Нет ни одного упражнения, которое обеспечит наилучший мышечный пампинг. Вместо этого для достижения накачки можно использовать различные упражнения. Однако некоторые упражнения лучше подходят для определенных целей. Например, если вы хотите увеличить силу, вы можете сосредоточиться на сложных упражнениях, таких как жим лежа или приседания. Если вы хотите повысить выносливость, вы можете сосредоточиться на таких упражнениях, как подъем по лестнице или гребной тренажер. И если вы хотите увеличить размер, вы можете сосредоточиться на изолирующих упражнениях, таких как сгибание рук на бицепс или разгибание трицепса. В конечном счете, вам решать экспериментировать с различными упражнениями и находить то, что лучше всего подходит для вас.

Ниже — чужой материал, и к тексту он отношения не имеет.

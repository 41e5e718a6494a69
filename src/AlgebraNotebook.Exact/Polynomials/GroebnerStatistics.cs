namespace AlgebraNotebook.Exact.Polynomials;

/// <summary>Counts from one Groebner-basis computation, for diagnostics and benchmarks.</summary>
/// <param name="PairsCreated">S-pairs formed (after the criteria removed what they could, for the criteria variant).</param>
/// <param name="PairsReduced">S-pairs whose S-polynomial was computed and reduced.</param>
/// <param name="ZeroReductions">Reduced S-pairs whose remainder was zero (wasted work).</param>
/// <param name="PolynomialsAdded">Non-zero remainders added to the basis.</param>
public sealed record GroebnerStatistics(int PairsCreated, int PairsReduced, int ZeroReductions, int PolynomialsAdded);
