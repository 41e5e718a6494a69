using System.Text;

namespace AlgebraNotebook.Exact.Polynomials;

public sealed partial class Polynomial<T>
{
    /// <summary>
    /// Plain text with terms in descending <see cref="MonomialOrder.Default"/> order, explicit '*' and '^':
    /// "x^2*y - 2*hbar", "1/2*x*y^3 + 1", "(1 - 2*i)*x + i". The text parses back to the same polynomial.
    /// </summary>
    public override string ToString()
    {
        if (IsZero)
        {
            return "0";
        }

        var text = new StringBuilder();
        for (var k = 0; k < _monomials.Length; k++)
        {
            var (negative, magnitude, isUnit) = CoefficientSupport<T>.Split(_coefficients[k]);
            if (k == 0)
            {
                if (negative)
                {
                    text.Append('-');
                }
            }
            else
            {
                text.Append(negative ? " - " : " + ");
            }

            var m = _monomials[k];
            if (m.IsOne)
            {
                text.Append(magnitude);
            }
            else if (isUnit)
            {
                text.Append(m);
            }
            else
            {
                text.Append(magnitude).Append('*').Append(m);
            }
        }

        return text.ToString();
    }
}
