using AlgebraNotebook.Exact.Symbols;

namespace AlgebraNotebook.Exact.Polynomials;

public sealed partial class Polynomial<T>
{
    /// <summary>The partial derivative with respect to <paramref name="symbol"/> (zero when the symbol does not occur).</summary>
    public Polynomial<T> Derivative(Symbol symbol)
    {
        ArgumentNullException.ThrowIfNull(symbol);
        var single = Monomial.Of(symbol);
        var monomials = new List<Monomial>();
        var coefficients = new List<T>();
        for (var k = 0; k < _monomials.Length; k++)
        {
            var e = _monomials[k].ExponentOf(symbol);
            if (e > 0)
            {
                // Dividing every term by the same symbol keeps the descending order (orders respect multiplication).
                monomials.Add(_monomials[k].DivideByUnchecked(single));
                coefficients.Add(_coefficients[k] * CoefficientSupport<T>.FromInt(e));
            }
        }

        return FromArrays((monomials.ToArray(), coefficients.ToArray()));
    }

    /// <summary>
    /// Replaces every occurrence of <paramref name="symbol"/> by <paramref name="replacement"/> and expands.
    /// </summary>
    public Polynomial<T> Substitute(Symbol symbol, Polynomial<T> replacement)
    {
        ArgumentNullException.ThrowIfNull(symbol);
        ArgumentNullException.ThrowIfNull(replacement);
        var powers = new List<Polynomial<T>> { OneInstance };
        var result = ZeroInstance;
        var untouched = new Dictionary<Monomial, T>();
        for (var k = 0; k < _monomials.Length; k++)
        {
            var e = _monomials[k].ExponentOf(symbol);
            if (e == 0)
            {
                untouched[_monomials[k]] = _coefficients[k];
                continue;
            }

            while (powers.Count <= e)
            {
                powers.Add(powers[^1] * replacement);
            }

            result += powers[e].MultiplyByTerm(_coefficients[k], _monomials[k].Without(symbol));
        }

        return result + FromArrays(TermArithmetic<T>.FromUnsorted(untouched, MonomialOrder.Default));
    }

    /// <summary>
    /// The value at the point given by <paramref name="values"/> (a value for every symbol that occurs).
    /// </summary>
    /// <exception cref="ExactArgumentException">A symbol of the polynomial has no value.</exception>
    public T Evaluate(IReadOnlyDictionary<Symbol, T> values)
    {
        ArgumentNullException.ThrowIfNull(values);
        var total = T.Zero;
        for (var k = 0; k < _monomials.Length; k++)
        {
            var term = _coefficients[k];
            var m = _monomials[k];
            for (var f = 0; f < m.FactorCount; f++)
            {
                var s = m.SymbolAt(f);
                if (!values.TryGetValue(s, out var v))
                {
                    throw new ExactArgumentException(
                        $"Cannot evaluate {this}: no value is given for the symbol {s}.", nameof(values));
                }

                term *= PowScalar(v, m.ExponentAt(f));
            }

            total += term;
        }

        return total;
    }
}
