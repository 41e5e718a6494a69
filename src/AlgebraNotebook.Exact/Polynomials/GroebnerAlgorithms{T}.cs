using AlgebraNotebook.Exact.Scalars;

namespace AlgebraNotebook.Exact.Polynomials;

/// <summary>
/// Reduced Groebner bases by Buchberger's algorithm, in two named variants:
/// <see cref="BuchbergerWithCriteria"/> (production: Gebauer-Moeller pair update, which applies Buchberger's
/// coprime-leading-monomial criterion and the chain criterion; normal selection strategy) and
/// <see cref="BuchbergerPlain"/> (every pair reduced; the test oracle).
/// Polynomials are term arrays sorted descending under the order, leading coefficient 1.
/// </summary>
internal static class GroebnerAlgorithms<T>
    where T : IFieldElement<T>
{
    /// <summary>A working polynomial: monic, sorted descending under the computation's order.</summary>
    internal sealed record Poly(Monomial[] Monomials, T[] Coefficients)
    {
        public Monomial Lead => Monomials[0];

        public (Monomial[] Monomials, T[] Coefficients) Terms => (Monomials, Coefficients);
    }

    private readonly record struct Pair(int First, int Second, Monomial Lcm);

    /// <summary>
    /// Production variant (Becker and Weispfenning, Groebner Bases, 1993, Section 5.5, algorithm GROEBNERNEW2 with
    /// UPDATE; Gebauer and Moeller, J. Symbolic Computation 6 (1988)). Returns the reduced basis.
    /// </summary>
    public static List<Poly> BuchbergerWithCriteria(
        IEnumerable<Poly> input, MonomialOrder order, GroebnerLimits limits, out GroebnerStatistics statistics)
    {
        var all = new List<Poly>();
        var basis = new List<int>();
        var pairs = new List<Pair>();
        int created = 0, reduced = 0, zero = 0, added = 0;

        foreach (var f in input)
        {
            if (f.Lead.IsOne)
            {
                statistics = new GroebnerStatistics(created, reduced, zero, added);
                return [f];
            }

            Add(f);
            created += Update(all.Count - 1);
        }

        while (pairs.Count > 0)
        {
            var pair = TakeNormalPair(pairs, order);
            if (++reduced > limits.MaxPairsReduced)
            {
                throw Beyond($"more than {limits.MaxPairsReduced} S-pairs had to be reduced (limit MaxPairsReduced)", all.Count, order);
            }

            var h = ReduceToMonic(SPolynomial(all[pair.First], all[pair.Second], pair.Lcm, order), basis.Select(k => all[k]), order);
            if (h is null)
            {
                zero++;
                continue;
            }

            if (h.Lead.IsOne)
            {
                statistics = new GroebnerStatistics(created, reduced, zero, added + 1);
                return [h];
            }

            CheckDegree(h, limits, order);
            Add(h);
            added++;
            created += Update(all.Count - 1);
        }

        statistics = new GroebnerStatistics(created, reduced, zero, added);
        return Interreduce(basis.Select(k => all[k]), order);

        void Add(Poly p)
        {
            if (all.Count >= limits.MaxBasisSize)
            {
                throw Beyond($"the basis grew beyond {limits.MaxBasisSize} polynomials (limit MaxBasisSize)", all.Count, order);
            }

            all.Add(p);
        }

        // Gebauer-Moeller UPDATE for the new polynomial with index hIndex; returns the number of new pairs kept.
        int Update(int hIndex)
        {
            var hLead = all[hIndex].Lead;
            var candidates = new List<Pair>(basis.Count);
            foreach (var g in basis)
            {
                candidates.Add(new Pair(g, hIndex, Monomial.Lcm(all[g].Lead, hLead)));
            }

            // Chain criterion among the new pairs: drop {h, g1} when another new pair's lcm properly divides its lcm
            // (of equal lcms keep one); pairs with coprime leading monomials are kept here so they can eliminate
            // others, then dropped by Buchberger's first criterion.
            var kept = new List<Pair>(candidates.Count);
            for (var c = 0; c < candidates.Count; c++)
            {
                var p = candidates[c];
                var coprime = Monomial.AreCoprime(all[p.First].Lead, hLead);
                var dominated = false;
                if (!coprime)
                {
                    for (var d = c + 1; d < candidates.Count && !dominated; d++)
                    {
                        dominated = candidates[d].Lcm.Divides(p.Lcm);
                    }

                    for (var d = 0; d < kept.Count && !dominated; d++)
                    {
                        dominated = kept[d].Lcm.Divides(p.Lcm);
                    }
                }

                if (coprime || !dominated)
                {
                    kept.Add(p);
                }
            }

            var fresh = new List<Pair>(kept.Count);
            foreach (var p in kept)
            {
                if (!Monomial.AreCoprime(all[p.First].Lead, hLead))
                {
                    fresh.Add(p);
                }
            }

            // Chain criterion on old pairs: {g1, g2} is redundant when LM(h) divides its lcm and the lcms with h differ.
            pairs.RemoveAll(p =>
                hLead.Divides(p.Lcm)
                && !Monomial.Lcm(all[p.First].Lead, hLead).Equals(p.Lcm)
                && !Monomial.Lcm(all[p.Second].Lead, hLead).Equals(p.Lcm));
            pairs.AddRange(fresh);

            // Basis elements whose leading monomial h's divides stay only through their pending pairs.
            basis.RemoveAll(g => hLead.Divides(all[g].Lead));
            basis.Add(hIndex);
            return fresh.Count;
        }
    }

    /// <summary>Reference variant: Buchberger's algorithm reducing every S-pair (Cox, Little and O'Shea, Section 2.7, Theorem 2).</summary>
    public static List<Poly> BuchbergerPlain(
        IEnumerable<Poly> input, MonomialOrder order, GroebnerLimits limits, out GroebnerStatistics statistics)
    {
        var basis = new List<Poly>();
        var pairs = new List<Pair>();
        int created = 0, reduced = 0, zero = 0, added = 0;
        foreach (var f in input)
        {
            AddWithPairs(f);
        }

        while (pairs.Count > 0)
        {
            var pair = TakeNormalPair(pairs, order);
            if (++reduced > limits.MaxPairsReduced)
            {
                throw Beyond($"more than {limits.MaxPairsReduced} S-pairs had to be reduced (limit MaxPairsReduced)", basis.Count, order);
            }

            var h = ReduceToMonic(SPolynomial(basis[pair.First], basis[pair.Second], pair.Lcm, order), basis, order);
            if (h is null)
            {
                zero++;
                continue;
            }

            CheckDegree(h, limits, order);
            AddWithPairs(h);
            added++;
        }

        statistics = new GroebnerStatistics(created, reduced, zero, added);
        return Interreduce(basis, order);

        void AddWithPairs(Poly p)
        {
            if (basis.Count >= limits.MaxBasisSize)
            {
                throw Beyond($"the basis grew beyond {limits.MaxBasisSize} polynomials (limit MaxBasisSize)", basis.Count, order);
            }

            for (var g = 0; g < basis.Count; g++)
            {
                pairs.Add(new Pair(g, basis.Count, Monomial.Lcm(basis[g].Lead, p.Lead)));
                created++;
            }

            basis.Add(p);
        }
    }

    /// <summary>Makes a monic working polynomial from a non-zero polynomial under <paramref name="order"/>.</summary>
    public static Poly FromPolynomial(Polynomial<T> p, MonomialOrder order)
    {
        var (m, c) = p.SortedBy(order);
        return MakeMonic(m, c);
    }

    /// <summary>Fully reduces a polynomial modulo a reduced basis (the normal form).</summary>
    public static (Monomial[] Monomials, T[] Coefficients) NormalForm(Polynomial<T> p, IReadOnlyList<Poly> basis, MonomialOrder order)
    {
        var (m, c) = p.SortedBy(order);
        if (basis.Count == 0 || m.Length == 0)
        {
            return (m, c);
        }

        return Reduction<T>.Divide(m, c, basis.Select(g => g.Terms).ToArray(), order, null);
    }

    /// <summary>
    /// Minimises (drops elements whose leading monomial another's divides) and reduces each element modulo the others
    /// (Cox, Little and O'Shea, Section 2.7, Proposition 6). The result is sorted by increasing leading monomial.
    /// </summary>
    private static List<Poly> Interreduce(IEnumerable<Poly> candidates, MonomialOrder order)
    {
        var list = candidates.ToList();
        var minimal = new List<Poly>();
        for (var k = 0; k < list.Count; k++)
        {
            var redundant = false;
            for (var j = 0; j < list.Count && !redundant; j++)
            {
                if (j != k && list[j].Lead.Divides(list[k].Lead) && (!list[j].Lead.Equals(list[k].Lead) || j < k))
                {
                    redundant = true;
                }
            }

            if (!redundant)
            {
                minimal.Add(list[k]);
            }
        }

        var result = new List<Poly>(minimal.Count);
        for (var k = 0; k < minimal.Count; k++)
        {
            var others = new List<(Monomial[], T[])>(minimal.Count - 1);
            for (var j = 0; j < minimal.Count; j++)
            {
                if (j != k)
                {
                    others.Add(minimal[j].Terms);
                }
            }

            // The leading term is not divisible by the others' leading monomials, so it survives; reduce the tail.
            var g = minimal[k];
            var (tm, tc) = Reduction<T>.Divide(g.Monomials[1..], g.Coefficients[1..], others, order, null);
            result.Add(new Poly([g.Lead, .. tm], [T.One, .. tc]));
        }

        result.Sort((a, b) => order.CompareCore(a.Lead, b.Lead));
        return result;
    }

    private static Pair TakeNormalPair(List<Pair> pairs, MonomialOrder order)
    {
        var best = 0;
        for (var k = 1; k < pairs.Count; k++)
        {
            var c = order.CompareCore(pairs[k].Lcm, pairs[best].Lcm);
            if (c < 0 || (c == 0 && (pairs[k].Second, pairs[k].First).CompareTo((pairs[best].Second, pairs[best].First)) < 0))
            {
                best = k;
            }
        }

        var pair = pairs[best];
        pairs[best] = pairs[^1];
        pairs.RemoveAt(pairs.Count - 1);
        return pair;
    }

    private static (Monomial[] Monomials, T[] Coefficients) SPolynomial(Poly f, Poly g, Monomial lcm, MonomialOrder order)
    {
        // Both are monic: S = (lcm/LM f) f - (lcm/LM g) g; the leading terms cancel, so start from the tails.
        var (am, ac) = TermArithmetic<T>.AddScaledShifted(
            [], [], 0, f.Monomials[1..], f.Coefficients[1..], T.One, lcm.DivideByUnchecked(f.Lead), order);
        return TermArithmetic<T>.AddScaledShifted(am, ac, 0, g.Monomials[1..], g.Coefficients[1..], -T.One, lcm.DivideByUnchecked(g.Lead), order);
    }

    private static Poly? ReduceToMonic((Monomial[] Monomials, T[] Coefficients) s, IEnumerable<Poly> basis, MonomialOrder order)
    {
        if (s.Monomials.Length == 0)
        {
            return null;
        }

        var (m, c) = Reduction<T>.Divide(s.Monomials, s.Coefficients, basis.Select(g => g.Terms).ToArray(), order, null);
        return m.Length == 0 ? null : MakeMonic(m, c);
    }

    private static Poly MakeMonic(Monomial[] m, T[] c) =>
        c[0].IsOne ? new Poly(m, c) : new Poly(m, TermArithmetic<T>.Scale(c, c[0].Reciprocal()));

    private static void CheckDegree(Poly h, GroebnerLimits limits, MonomialOrder order)
    {
        var degree = h.Monomials.Max(m => m.TotalDegree);
        if (degree > limits.MaxDegree)
        {
            throw Beyond($"a basis polynomial of total degree {degree} appeared, above the limit MaxDegree = {limits.MaxDegree}", -1, order);
        }
    }

    private static BeyondCapabilityException Beyond(string what, int size, MonomialOrder order) =>
        new($"The Groebner basis of these relations could not be completed under the {order} order: {what}"
            + (size >= 0 ? $" after {size} polynomials" : string.Empty)
            + ". Raise the limit in GroebnerLimits, choose another monomial order, or simplify the relations.");
}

Каков идеальный диапазон повторений для хорошего мышечного пампинг?
Не существует идеального диапазона повторений для хорошего мышечного пампинг. Вместо этого важно сосредоточиться на выполнении качественных повторений. Для большинства людей это означает выполнение от восьми до двенадцати повторений в подходе. Однако вам, возможно, придется поэкспериментировать с различными диапазонами повторений, чтобы найти то, что лучше всего подходит для вас.
Распространенные ошибки при накачке мышц
Ошибка №1
Одна из распространенных ошибок, которую совершают люди, — недостаточное потребление воды. Обезвоживание может быстро привести к потере мышечного насоса. Обязательно пейте много воды до, во время и после тренировки.
Ошибка №2
Еще одна распространенная ошибка — плохое питание. Здоровая еда или перекус до и после тренировки помогут пополнить запасы гликогена, использованного во время тренировки.
Ошибка №3
Третья ошибка, которую совершают люди, — это отсутствие растяжки. Растяжка помогает увеличить кровоток, а также может предотвратить судороги. Обязательно делайте растяжку до и после тренировки.